_Activity_.
If a line of the data below holds the word "object", list it.

(Saved entries)
+===+
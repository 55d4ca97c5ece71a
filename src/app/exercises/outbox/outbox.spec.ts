import {provideZonelessChangeDetection} from '@angular/core';
import {TestBed} from '@angular/core/testing';
import {Connection} from '../../platform/connection';
import {Session} from '../../session/session';
import {ExerciseApi} from '../exercise-api';
import {AttemptServer} from '../test-support/attempt-server';
import {
  aKeptAttempt,
  anAnswer,
  aPersonId,
  aWhile,
  dropDatabases,
  until,
} from '../test-support/kept-here';
import {AttemptKeeper} from './attempt-keeper';
import {holdAttempt} from './attempt-lock';
import {Outbox} from './outbox';

describe('Outbox', () => {
  let server: AttemptServer;
  let outbox: Outbox;
  let connection: Connection;
  let person: {id: string} | null;

  beforeEach(() => {
    server = new AttemptServer();
    person = {id: aPersonId()};
    TestBed.configureTestingModule({
      providers: [
        provideZonelessChangeDetection(),
        {provide: ExerciseApi, useValue: server},
        {provide: Session, useValue: {me: () => person}},
      ],
    });
    outbox = TestBed.inject(Outbox);
    connection = TestBed.inject(Connection);
  });

  afterEach(async () => {
    const database = person === null ? null : await outbox.database();
    person = null;
    await outbox.sendWaiting(); // lets everything go
    database?.close();
    await dropDatabases();
  });

  /** What an earlier visit left. */
  async function keep(...entries: number[]): Promise<AttemptKeeper> {
    const keeper = new AttemptKeeper(await outbox.database(), server.attemptId);
    await keeper.save(aKeptAttempt(server));
    for (const n of entries) await keeper.add(anAnswer(n));
    return keeper;
  }

  it('sends what an earlier visit left, whatever page is open', async () => {
    await keep(1, 2);

    await outbox.sendWaiting();
    await until(() => server.entries.length === 2);
  });

  it('hands over an attempt whose end waited, and forgets it', async () => {
    const keeper = await keep(1);
    await keeper.add({n: 2, tick: 40, kind: 'end', hash: '0123456789abcdef'});

    await outbox.sendWaiting();
    await until(() => server.state === 'handed-in');
    await until(async () => (await keeper.read()) === undefined);

    expect(await outbox.keptAttempts()).toEqual([]);
  });

  it('tells the shell what did not go, and when it went', async () => {
    await keep(1, 2, 3);
    server.isAway = true;

    await outbox.sendWaiting();
    await until(() => connection.entriesWaiting() === 3);

    server.isAway = false;
    dispatchEvent(new Event('online'));
    await until(() => connection.entriesWaiting() === 0);
    expect(server.entries.length).toBe(3);
  });

  it('does not send an attempt that another tab has', async () => {
    await keep(1);
    const letGo = (await holdAttempt(server.attemptId))!;

    expect(await outbox.hold(server.attemptId)).toBeNull();
    await outbox.sendWaiting();
    await aWhile();
    expect(server.arrived).toEqual([]);

    letGo();
    await until(async () => (await outbox.hold(server.attemptId)) !== null);
    await until(() => server.entries.length === 1);
  });

  it('goes on sending after the page was left, then lets other tabs have it', async () => {
    await keep();
    server.isAway = true;
    const held = (await outbox.hold(server.attemptId))!;
    await held.add(anAnswer(1));
    outbox.leave(server.attemptId);
    expect(await holdAttempt(server.attemptId)).toBeNull();

    server.isAway = false;
    await until(() => server.entries.length === 1);

    await until(async () => {
      const letGo = await holdAttempt(server.attemptId);
      letGo?.();
      return letGo !== null;
    });
  });

  it('gives one page what it already sends in the background', async () => {
    await keep(1);
    server.isAway = true;

    await outbox.sendWaiting();
    const [one, other] = await Promise.all([
      outbox.hold(server.attemptId),
      outbox.hold(server.attemptId),
    ]);

    expect(one).not.toBeNull();
    expect(other).toBe(one);
  });

  it('sends nothing more of a person who signed out', async () => {
    await keep(1);
    server.isAway = true;
    await outbox.sendWaiting();
    const database = await outbox.database();

    person = null;
    await outbox.sendWaiting();
    server.isAway = false;
    dispatchEvent(new Event('online'));
    await aWhile();

    expect(server.arrived).toEqual([]);
    expect(connection.entriesWaiting()).toBe(0);
    database.close();
  });
});
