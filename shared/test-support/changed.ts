import type * as z from 'zod';

/** A copy of a JSON sample with the value at a dotted path replaced; undefined takes the key out. */
export function changed(sample: object, path: string, value: unknown): unknown {
  const copy = JSON.parse(JSON.stringify(sample)) as Record<string, unknown>;
  const keys = path.split('.');
  const last = keys.pop()!;
  const into = keys.reduce((at, key) => at[key] as Record<string, unknown>, copy);
  if (value === undefined) Reflect.deleteProperty(into, last);
  else into[last] = value;
  return copy;
}

/** Paths at which a schema refuses a document, dotted; an unknown key is named below its object. */
export function refusedAt(schema: z.ZodType, document: unknown): string[] {
  const {error} = schema.safeParse(document);
  return (error?.issues ?? []).flatMap((issue) => {
    const path = issue.path.map(String);
    return issue.code === 'unrecognized_keys'
      ? issue.keys.map((key) => [...path, key].join('.'))
      : [path.join('.')];
  });
}

/** The beginning of a value, for the name of a test. */
export function shown(value: unknown): string {
  return value === undefined ? 'nothing' : JSON.stringify(value).slice(0, 24);
}
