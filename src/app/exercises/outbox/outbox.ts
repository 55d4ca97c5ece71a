import {inject, Injectable} from '@angular/core';
import {Connection} from '../../platform/connection';
import {
  type KeptAttempt,
  openPersonDatabase,
  type PersonDatabase,
} from '../../platform/person-database';
import {Session} from '../../session/session';
import {ExerciseApi} from '../exercise-api';
import {AttemptKeeper} from './attempt-keeper';
import {holdAttempt} from './attempt-lock';
import {HeldAttempt} from './held-attempt';

interface Held {
  readonly attempt: HeldAttempt;
  readonly letGo: () => void;
  /** Whether a page runs it; without one it is let go as soon as nothing waits. */
  isOnPage: boolean;
}

/** Everything of this person that waits on this device, and its way to the server. */
@Injectable({providedIn: 'root'})
export class Outbox {
  private readonly api = inject(ExerciseApi);
  private readonly connection = inject(Connection);
  private readonly session = inject(Session);

  private readonly held = new Map<string, Promise<Held | null>>();
  private readonly ready = new Map<string, Held>();
  private opened: {readonly personId: string; readonly database: Promise<PersonDatabase>} | null =
    null;

  constructor() {
    addEventListener('online', () => {
      for (const {attempt} of this.ready.values()) attempt.hurry();
    });
  }

  /** Sends what waits from earlier visits; lets everything go when somebody else is signed in, or nobody. */
  async sendWaiting(): Promise<void> {
    const personId = this.personId();
    if (this.opened !== null && this.opened.personId !== personId) await this.letAllGo();
    if (personId === null) return;
    for (const {id} of await this.keptAttempts()) {
      const keeper = new AttemptKeeper(await this.database(), id);
      if ((await keeper.countUnsent()) > 0) await this.reach(id, false);
    }
  }

  /** Holds an attempt for a page of this tab; null when another tab has it. Call `leave` at the end. */
  async hold(attemptId: string): Promise<HeldAttempt | null> {
    const held = await this.reach(attemptId, true);
    return held?.attempt ?? null;
  }

  /** The page is left: what waits is still sent. */
  leave(attemptId: string): void {
    const held = this.ready.get(attemptId);
    if (held === undefined) return;
    held.isOnPage = false;
    this.changed(attemptId);
  }

  /** Attempts that this device can go on with. */
  async keptAttempts(): Promise<KeptAttempt[]> {
    return (await this.database()).getAll('attempts');
  }

  /** The signed-in person's part of this device. */
  database(): Promise<PersonDatabase> {
    const personId = this.personId();
    if (personId === null) throw new Error('nobody is signed in');
    if (this.opened?.personId !== personId) {
      this.opened = {personId, database: openPersonDatabase(personId)};
    }
    return this.opened.database;
  }

  private async reach(attemptId: string, isForPage: boolean): Promise<Held | null> {
    let reaching = this.held.get(attemptId);
    if (reaching === undefined) {
      reaching = this.take(attemptId, isForPage);
      this.held.set(attemptId, reaching);
    }
    const held = await reaching;
    if (held === null) this.held.delete(attemptId);
    else if (isForPage) held.isOnPage = true;
    return held;
  }

  private async take(attemptId: string, isOnPage: boolean): Promise<Held | null> {
    const letGo = await holdAttempt(attemptId);
    if (letGo === null) return null;
    const attempt = new HeldAttempt({
      keeper: new AttemptKeeper(await this.database(), attemptId),
      post: (batch) => this.api.sendBatch(attemptId, batch),
      changed: () => this.changed(attemptId),
    });
    const held = {attempt, letGo, isOnPage};
    this.ready.set(attemptId, held);
    await attempt.sendWaiting();
    return held;
  }

  private changed(attemptId: string): void {
    const held = this.ready.get(attemptId);
    if (held !== undefined) {
      const {attempt, isOnPage} = held;
      if (attempt.isHandedIn()) void attempt.keeper.forget();
      if (!isOnPage && attempt.unsent() === 0) void this.letGo(attemptId, held);
    }
    let waiting = 0;
    for (const {attempt} of this.ready.values()) waiting += attempt.late();
    this.connection.setEntriesWaiting(waiting);
  }

  private async letGo(attemptId: string, held: Held): Promise<void> {
    this.ready.delete(attemptId);
    this.held.delete(attemptId);
    await held.attempt.close();
    held.letGo();
  }

  private async letAllGo(): Promise<void> {
    for (const [attemptId, held] of [...this.ready]) await this.letGo(attemptId, held);
    this.opened = null;
    this.connection.setEntriesWaiting(0);
  }

  private personId(): string | null {
    return this.session.me()?.id ?? null;
  }
}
+===+
_Output_.
export function changed(sample: object, path: string, value: unknown): unknown {
/** Paths at which a schema refuses a document, dotted; an unknown key is named below its object. */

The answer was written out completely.